[Saved entries]
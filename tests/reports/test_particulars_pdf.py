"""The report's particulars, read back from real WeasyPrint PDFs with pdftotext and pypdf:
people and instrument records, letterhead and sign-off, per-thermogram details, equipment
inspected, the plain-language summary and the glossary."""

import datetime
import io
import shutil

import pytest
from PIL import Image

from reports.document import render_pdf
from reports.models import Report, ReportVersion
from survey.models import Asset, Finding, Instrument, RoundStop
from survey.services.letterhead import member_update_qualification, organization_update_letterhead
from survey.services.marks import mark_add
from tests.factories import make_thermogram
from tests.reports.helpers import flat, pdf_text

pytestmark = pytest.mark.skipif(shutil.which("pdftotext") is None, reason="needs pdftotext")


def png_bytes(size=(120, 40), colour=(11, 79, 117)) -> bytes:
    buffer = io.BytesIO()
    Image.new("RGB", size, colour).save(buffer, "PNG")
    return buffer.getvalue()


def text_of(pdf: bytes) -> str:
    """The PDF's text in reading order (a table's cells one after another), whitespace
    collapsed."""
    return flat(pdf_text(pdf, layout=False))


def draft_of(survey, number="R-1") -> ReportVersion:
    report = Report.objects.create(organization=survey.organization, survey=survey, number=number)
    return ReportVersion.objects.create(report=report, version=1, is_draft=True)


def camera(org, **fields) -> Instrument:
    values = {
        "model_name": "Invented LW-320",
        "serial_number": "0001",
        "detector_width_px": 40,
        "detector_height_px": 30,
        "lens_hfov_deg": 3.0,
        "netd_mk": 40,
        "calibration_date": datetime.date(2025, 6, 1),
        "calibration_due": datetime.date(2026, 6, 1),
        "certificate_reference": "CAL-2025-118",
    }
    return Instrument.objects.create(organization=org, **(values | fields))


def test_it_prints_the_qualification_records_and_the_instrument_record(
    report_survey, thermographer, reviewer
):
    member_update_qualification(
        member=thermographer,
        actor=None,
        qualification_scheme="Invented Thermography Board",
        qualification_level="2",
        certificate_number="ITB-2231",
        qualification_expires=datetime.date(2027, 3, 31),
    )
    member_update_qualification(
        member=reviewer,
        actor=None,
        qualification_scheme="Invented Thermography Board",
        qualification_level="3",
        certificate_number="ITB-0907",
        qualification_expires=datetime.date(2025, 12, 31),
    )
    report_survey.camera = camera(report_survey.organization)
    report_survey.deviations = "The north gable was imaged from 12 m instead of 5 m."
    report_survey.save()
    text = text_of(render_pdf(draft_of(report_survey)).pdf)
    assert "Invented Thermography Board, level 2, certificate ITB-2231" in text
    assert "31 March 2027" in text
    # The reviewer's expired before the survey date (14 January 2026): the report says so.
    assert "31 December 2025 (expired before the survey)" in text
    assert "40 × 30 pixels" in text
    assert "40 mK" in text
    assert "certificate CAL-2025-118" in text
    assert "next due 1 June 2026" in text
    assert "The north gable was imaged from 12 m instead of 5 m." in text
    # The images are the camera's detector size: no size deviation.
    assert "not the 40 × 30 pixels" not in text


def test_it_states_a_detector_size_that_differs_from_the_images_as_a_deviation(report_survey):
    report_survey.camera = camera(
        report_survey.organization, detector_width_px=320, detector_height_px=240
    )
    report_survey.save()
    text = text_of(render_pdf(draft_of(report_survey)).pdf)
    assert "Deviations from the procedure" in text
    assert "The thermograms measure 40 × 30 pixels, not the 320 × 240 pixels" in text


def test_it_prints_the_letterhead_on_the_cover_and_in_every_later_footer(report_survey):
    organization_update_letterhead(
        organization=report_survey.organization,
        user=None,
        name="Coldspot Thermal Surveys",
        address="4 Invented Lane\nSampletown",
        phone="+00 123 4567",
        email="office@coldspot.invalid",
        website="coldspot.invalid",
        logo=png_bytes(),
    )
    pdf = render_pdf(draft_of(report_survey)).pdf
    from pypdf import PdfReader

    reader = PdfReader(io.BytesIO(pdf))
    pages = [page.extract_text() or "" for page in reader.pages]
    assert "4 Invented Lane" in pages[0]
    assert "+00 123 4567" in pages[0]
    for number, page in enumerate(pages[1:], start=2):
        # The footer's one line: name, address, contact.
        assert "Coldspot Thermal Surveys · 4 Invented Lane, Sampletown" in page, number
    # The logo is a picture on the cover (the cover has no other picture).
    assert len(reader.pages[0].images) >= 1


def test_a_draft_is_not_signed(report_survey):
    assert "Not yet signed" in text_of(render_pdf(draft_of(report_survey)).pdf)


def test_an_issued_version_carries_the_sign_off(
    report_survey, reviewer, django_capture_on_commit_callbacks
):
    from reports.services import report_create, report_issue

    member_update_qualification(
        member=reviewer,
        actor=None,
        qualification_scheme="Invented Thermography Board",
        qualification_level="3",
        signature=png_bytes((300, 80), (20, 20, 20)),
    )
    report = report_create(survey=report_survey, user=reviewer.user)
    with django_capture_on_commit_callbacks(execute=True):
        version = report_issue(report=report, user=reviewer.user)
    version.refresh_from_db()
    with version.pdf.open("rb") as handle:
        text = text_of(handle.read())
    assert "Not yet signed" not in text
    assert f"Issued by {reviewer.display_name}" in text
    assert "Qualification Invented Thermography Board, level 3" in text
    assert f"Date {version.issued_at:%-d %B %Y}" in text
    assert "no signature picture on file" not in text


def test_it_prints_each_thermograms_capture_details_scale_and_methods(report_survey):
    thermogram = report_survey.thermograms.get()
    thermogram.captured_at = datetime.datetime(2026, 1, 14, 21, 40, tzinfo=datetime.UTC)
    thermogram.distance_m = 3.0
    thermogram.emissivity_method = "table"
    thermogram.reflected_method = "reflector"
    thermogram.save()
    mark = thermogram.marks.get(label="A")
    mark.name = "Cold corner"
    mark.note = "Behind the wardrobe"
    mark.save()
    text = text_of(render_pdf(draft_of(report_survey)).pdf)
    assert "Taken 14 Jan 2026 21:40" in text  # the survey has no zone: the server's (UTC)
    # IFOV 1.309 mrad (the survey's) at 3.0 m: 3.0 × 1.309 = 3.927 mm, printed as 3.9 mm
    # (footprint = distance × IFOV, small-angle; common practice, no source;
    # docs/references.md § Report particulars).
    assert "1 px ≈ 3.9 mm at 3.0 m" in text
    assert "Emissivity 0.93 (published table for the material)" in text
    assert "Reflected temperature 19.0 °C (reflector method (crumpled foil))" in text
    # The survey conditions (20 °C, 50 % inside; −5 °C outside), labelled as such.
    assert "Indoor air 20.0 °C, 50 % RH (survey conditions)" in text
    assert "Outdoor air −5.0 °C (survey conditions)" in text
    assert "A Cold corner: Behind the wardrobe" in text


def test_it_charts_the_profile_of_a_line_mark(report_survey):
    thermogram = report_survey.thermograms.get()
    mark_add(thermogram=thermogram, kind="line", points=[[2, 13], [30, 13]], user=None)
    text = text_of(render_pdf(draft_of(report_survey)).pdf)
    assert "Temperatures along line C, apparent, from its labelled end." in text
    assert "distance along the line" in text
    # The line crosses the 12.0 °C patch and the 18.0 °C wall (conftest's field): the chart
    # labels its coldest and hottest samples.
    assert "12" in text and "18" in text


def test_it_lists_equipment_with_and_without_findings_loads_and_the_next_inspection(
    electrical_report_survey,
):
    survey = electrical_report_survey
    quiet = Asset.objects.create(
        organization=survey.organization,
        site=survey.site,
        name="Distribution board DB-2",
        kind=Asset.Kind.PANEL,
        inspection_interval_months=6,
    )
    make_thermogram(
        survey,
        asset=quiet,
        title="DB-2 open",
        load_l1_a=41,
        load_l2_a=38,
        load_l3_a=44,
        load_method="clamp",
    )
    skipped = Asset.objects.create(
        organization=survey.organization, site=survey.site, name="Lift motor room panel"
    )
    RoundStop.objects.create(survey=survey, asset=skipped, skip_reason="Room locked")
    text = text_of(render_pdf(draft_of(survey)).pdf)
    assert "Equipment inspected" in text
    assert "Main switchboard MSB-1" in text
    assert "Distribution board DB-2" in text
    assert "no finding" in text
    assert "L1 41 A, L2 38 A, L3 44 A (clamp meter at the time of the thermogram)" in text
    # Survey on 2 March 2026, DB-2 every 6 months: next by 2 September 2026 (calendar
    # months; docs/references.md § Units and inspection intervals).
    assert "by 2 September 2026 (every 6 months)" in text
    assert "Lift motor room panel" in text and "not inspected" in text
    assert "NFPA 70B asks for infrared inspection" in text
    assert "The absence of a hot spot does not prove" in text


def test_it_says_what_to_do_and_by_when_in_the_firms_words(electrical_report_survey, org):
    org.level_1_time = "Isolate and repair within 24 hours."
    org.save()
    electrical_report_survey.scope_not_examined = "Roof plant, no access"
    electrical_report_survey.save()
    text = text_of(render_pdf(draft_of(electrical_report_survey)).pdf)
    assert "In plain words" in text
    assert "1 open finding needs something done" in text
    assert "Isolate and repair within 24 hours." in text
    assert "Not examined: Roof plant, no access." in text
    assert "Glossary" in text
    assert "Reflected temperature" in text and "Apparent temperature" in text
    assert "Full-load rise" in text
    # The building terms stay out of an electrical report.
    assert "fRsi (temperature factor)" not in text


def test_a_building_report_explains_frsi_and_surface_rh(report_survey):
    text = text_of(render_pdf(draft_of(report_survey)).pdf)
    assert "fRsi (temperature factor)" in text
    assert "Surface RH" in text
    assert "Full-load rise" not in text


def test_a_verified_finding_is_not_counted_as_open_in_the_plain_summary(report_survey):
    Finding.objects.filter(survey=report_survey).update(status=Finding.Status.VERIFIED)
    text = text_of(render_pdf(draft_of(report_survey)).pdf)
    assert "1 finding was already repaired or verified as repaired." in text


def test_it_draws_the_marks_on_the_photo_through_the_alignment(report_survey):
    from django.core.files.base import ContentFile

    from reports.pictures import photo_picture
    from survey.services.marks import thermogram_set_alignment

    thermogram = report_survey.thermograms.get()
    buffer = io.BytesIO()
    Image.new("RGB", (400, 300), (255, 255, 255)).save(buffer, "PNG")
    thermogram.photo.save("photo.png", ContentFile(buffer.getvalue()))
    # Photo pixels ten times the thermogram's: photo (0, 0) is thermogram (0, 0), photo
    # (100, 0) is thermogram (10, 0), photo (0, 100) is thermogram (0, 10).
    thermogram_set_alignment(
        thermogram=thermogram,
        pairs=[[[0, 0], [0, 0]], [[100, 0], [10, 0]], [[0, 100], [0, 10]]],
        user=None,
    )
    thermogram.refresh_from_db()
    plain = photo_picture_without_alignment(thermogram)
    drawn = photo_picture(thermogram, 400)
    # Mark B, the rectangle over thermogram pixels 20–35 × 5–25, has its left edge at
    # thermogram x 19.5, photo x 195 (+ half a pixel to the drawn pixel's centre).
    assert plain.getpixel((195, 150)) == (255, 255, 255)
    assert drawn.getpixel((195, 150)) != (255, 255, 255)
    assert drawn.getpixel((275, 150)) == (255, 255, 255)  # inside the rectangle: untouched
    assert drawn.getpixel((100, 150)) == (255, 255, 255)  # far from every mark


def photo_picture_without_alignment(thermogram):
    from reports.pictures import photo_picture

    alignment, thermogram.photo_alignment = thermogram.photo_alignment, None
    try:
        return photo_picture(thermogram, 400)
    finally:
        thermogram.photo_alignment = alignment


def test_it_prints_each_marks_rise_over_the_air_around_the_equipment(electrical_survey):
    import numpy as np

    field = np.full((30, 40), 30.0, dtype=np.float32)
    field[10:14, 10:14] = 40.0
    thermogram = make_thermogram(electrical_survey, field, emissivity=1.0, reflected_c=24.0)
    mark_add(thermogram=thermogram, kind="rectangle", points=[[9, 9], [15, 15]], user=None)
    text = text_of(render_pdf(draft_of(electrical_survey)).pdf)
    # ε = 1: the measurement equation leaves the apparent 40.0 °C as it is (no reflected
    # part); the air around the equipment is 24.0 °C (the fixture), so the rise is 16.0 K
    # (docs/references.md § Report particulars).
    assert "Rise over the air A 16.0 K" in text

...

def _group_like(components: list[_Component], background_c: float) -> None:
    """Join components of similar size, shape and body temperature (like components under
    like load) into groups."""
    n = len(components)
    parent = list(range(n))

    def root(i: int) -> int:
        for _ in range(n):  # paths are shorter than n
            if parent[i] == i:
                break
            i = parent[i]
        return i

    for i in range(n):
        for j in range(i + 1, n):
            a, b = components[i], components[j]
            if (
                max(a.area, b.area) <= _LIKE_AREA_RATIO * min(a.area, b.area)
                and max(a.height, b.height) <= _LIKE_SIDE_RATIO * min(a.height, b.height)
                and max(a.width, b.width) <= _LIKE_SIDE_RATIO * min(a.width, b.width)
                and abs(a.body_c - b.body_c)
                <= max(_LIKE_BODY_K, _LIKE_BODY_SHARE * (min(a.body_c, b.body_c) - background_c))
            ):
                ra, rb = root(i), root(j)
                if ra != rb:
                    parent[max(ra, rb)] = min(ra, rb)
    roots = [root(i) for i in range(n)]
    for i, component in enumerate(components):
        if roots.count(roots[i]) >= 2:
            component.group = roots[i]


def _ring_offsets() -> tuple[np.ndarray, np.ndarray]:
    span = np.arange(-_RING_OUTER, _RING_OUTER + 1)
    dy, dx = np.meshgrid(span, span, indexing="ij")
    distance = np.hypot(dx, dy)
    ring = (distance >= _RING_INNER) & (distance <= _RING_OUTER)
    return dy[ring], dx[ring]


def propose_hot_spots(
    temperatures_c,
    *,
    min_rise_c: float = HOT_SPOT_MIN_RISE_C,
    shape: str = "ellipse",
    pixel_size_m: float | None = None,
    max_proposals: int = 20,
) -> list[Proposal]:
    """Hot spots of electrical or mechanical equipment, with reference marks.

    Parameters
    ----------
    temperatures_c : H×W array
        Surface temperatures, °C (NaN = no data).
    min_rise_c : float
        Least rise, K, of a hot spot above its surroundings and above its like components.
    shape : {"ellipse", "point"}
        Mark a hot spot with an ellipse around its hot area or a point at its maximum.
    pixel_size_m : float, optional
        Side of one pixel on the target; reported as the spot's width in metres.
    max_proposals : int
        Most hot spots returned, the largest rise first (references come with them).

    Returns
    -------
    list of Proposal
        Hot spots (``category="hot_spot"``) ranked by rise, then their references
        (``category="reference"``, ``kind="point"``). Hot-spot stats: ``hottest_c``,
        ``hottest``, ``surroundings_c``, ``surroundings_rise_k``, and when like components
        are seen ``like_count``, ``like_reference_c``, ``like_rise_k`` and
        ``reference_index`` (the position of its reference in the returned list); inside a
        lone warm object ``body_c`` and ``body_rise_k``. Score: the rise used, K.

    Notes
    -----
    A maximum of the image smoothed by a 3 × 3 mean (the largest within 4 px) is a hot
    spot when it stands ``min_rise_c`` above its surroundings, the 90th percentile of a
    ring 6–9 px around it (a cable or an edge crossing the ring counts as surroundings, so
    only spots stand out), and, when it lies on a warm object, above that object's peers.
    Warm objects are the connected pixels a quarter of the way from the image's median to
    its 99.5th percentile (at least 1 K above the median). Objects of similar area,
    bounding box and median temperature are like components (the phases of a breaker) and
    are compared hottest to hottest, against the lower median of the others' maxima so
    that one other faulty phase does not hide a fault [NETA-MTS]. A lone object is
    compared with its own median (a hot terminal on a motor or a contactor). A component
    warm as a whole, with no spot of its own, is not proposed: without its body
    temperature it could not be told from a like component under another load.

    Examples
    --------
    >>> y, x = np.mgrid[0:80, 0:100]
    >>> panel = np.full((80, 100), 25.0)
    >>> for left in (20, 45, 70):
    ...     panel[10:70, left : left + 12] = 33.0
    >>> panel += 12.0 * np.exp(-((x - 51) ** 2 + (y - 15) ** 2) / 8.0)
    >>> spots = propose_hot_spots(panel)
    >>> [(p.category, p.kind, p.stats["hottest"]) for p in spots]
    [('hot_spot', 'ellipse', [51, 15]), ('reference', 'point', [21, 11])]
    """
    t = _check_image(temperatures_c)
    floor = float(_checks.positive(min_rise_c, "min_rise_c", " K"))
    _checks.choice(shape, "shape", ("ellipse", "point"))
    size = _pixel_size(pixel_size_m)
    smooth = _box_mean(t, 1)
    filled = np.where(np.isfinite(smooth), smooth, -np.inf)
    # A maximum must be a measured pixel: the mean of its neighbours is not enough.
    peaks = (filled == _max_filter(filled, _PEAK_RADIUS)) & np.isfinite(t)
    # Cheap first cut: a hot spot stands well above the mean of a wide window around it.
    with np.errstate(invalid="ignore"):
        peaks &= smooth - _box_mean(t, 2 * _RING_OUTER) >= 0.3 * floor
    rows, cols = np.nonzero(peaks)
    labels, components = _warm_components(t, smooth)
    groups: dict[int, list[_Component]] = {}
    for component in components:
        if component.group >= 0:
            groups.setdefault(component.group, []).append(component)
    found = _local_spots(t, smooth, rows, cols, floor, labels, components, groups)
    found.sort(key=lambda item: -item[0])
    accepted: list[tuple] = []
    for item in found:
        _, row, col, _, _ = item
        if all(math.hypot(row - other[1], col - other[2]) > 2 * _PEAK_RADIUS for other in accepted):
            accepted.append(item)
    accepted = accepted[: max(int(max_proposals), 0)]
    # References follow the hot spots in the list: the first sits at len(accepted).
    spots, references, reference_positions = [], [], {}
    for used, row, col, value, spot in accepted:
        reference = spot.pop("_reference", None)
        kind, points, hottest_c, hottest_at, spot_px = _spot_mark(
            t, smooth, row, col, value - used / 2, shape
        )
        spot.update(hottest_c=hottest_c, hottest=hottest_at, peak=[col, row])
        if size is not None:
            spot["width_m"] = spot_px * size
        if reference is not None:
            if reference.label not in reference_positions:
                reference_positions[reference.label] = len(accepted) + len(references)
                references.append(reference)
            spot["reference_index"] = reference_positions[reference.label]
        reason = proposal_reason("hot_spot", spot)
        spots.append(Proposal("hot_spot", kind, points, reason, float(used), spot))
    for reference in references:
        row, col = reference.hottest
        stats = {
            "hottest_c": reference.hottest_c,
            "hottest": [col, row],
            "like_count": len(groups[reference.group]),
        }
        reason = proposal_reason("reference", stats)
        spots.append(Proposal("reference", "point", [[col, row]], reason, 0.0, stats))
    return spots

## WORK TO COMPLETE
Only one stretch of the data above is needed. Restate it word for word, from the line containing "hottest=hottest_at, peak=[col, row])" through the line containing "reason, 0.0, stats))", both ends included.

## SOLUTION BELOW
        spot.update(hottest_c=hottest_c, hottest=hottest_at, peak=[col, row])
        if size is not None:
            spot["width_m"] = spot_px * size
        if reference is not None:
            if reference.label not in reference_positions:
                reference_positions[reference.label] = len(accepted) + len(references)
                references.append(reference)
            spot["reference_index"] = reference_positions[reference.label]
        reason = proposal_reason("hot_spot", spot)
        spots.append(Proposal("hot_spot", kind, points, reason, float(used), spot))
    for reference in references:
        row, col = reference.hottest
        stats = {
            "hottest_c": reference.hottest_c,
            "hottest": [col, row],
            "like_count": len(groups[reference.group]),
        }
        reason = proposal_reason("reference", stats)
        spots.append(Proposal("reference", "point", [[col, row]], reason, 0.0, stats))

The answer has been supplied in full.